6. The machining fixture for thin-walled workpieces according to claim 5, characterized in that, Multiple strip grooves are evenly formed on the positioning cylinder, and the direction of the strip grooves is parallel to the axial direction of the support.

7. The machining fixture for thin-walled workpieces according to claim 6, characterized in that, The angle between the inner wall of the positioning cylinder and the axis of the positioning cylinder is 4°.

8. The machining fixture for thin-walled workpieces according to claim 6, characterized in that, The central column includes a bolt rod, an extrusion block, and a bolt head connected in sequence; In the assembled state, the bolt rod passes through the through hole and is threaded into the first threaded hole.

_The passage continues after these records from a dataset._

package gen

import (
	"hash/fnv"
	"math"
	"math/rand/v2"

	"groundtally/geo"
)

// stream gives the random stream of one step: seeded by the district's seed and the step's name.
func stream(seed uint64, step string) *rand.Rand {
	h := fnv.New64a()
	h.Write([]byte(step))
	return rand.New(rand.NewPCG(seed, h.Sum64()))
}

// chance gives a number from 0 up to 1 that depends on the keys alone.
func chance(keys ...uint64) float64 {
	h := uint64(0)
	for _, k := range keys {
		h = (h ^ k) * 0x9e3779b97f4a7c15
		h ^= h >> 31
		h *= 0xbf58476d1ce4e5b9
		h ^= h >> 29
	}
	h *= 0x94d049bb133111eb
	h ^= h >> 32
	return float64(h>>11) / (1 << 53)
}

// noise is smooth gradient noise over the plane, in about -1 to 1.
type noise struct{ seed uint64 }

func newNoise(seed uint64, step string) noise { return noise{stream(seed, "noise "+step).Uint64()} }

// gradient gives the pseudo-random unit vector at a lattice point.
func (n noise) gradient(i, j int64) (float64, float64) {
	a := float64(chance(n.seed, uint64(i), uint64(j)) * 2 * math.Pi)
	return math.Cos(a), math.Sin(a)
}

// at gives the noise at p for features of the given size in metres.
func (n noise) at(p geo.XY, sizeM float64) float64 {
	x, y := p.X/sizeM, p.Y/sizeM
	i, j := math.Floor(x), math.Floor(y)
	u, v := x-i, y-j
	dot := func(di, dj float64) float64 {
		gx, gy := n.gradient(int64(i+di), int64(j+dj))
		return float64(gx*(u-di)) + float64(gy*(v-dj))
	}
	fu, fv := fade(u), fade(v)
	return float64(1.5 * lerp(lerp(dot(0, 0), dot(1, 0), fu), lerp(dot(0, 1), dot(1, 1), fu), fv))
}

// fractal sums octaves of noise, each half as large and half as strong as the one before.
func (n noise) fractal(p geo.XY, sizeM float64, octaves int) float64 {
	sum, amp := 0.0, 1.0
	for o := range octaves {
		q := geo.XY{X: p.X + float64(977.7*float64(o)), Y: p.Y - float64(613.3*float64(o))}
		sum += float64(amp * n.at(q, sizeM))
		sizeM, amp = sizeM/2, amp/2
	}
	return sum
}

func fade(t float64) float64 {
	return t * t * t * (float64(t*(float64(t*6)-15)) + 10)
}

func lerp(a, b, t float64) float64 { return a + float64((b-a)*t) }

// step01 rises smoothly from 0 at a to 1 at b; with a above b it falls.
func step01(a, b, x float64) float64 {
	t := clamp((x-a)/(b-a), 0, 1)
	return float64(t * t * (3 - float64(2*t)))
}

func clamp(v, lo, hi float64) float64 { return math.Min(hi, math.Max(lo, v)) }

// between draws evenly from lo to hi.
func between(r *rand.Rand, lo, hi float64) float64 { return lo + float64((hi-lo)*r.Float64()) }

9. The machining fixture for thin-walled workpieces according to claim 8, characterized in that, The outer circumference of the extrusion block is wedge-shaped and is adapted to the inner wall of the positioning cylinder.

10. The machining fixture for thin-walled workpieces according to any one of claims 1-9, characterized in that, The thickness of the flange and sleeve included in the blank is greater than that of the thin-walled workpiece, and the inner diameter of the blank sleeve is the same as that of the sleeve of the thin-walled workpiece.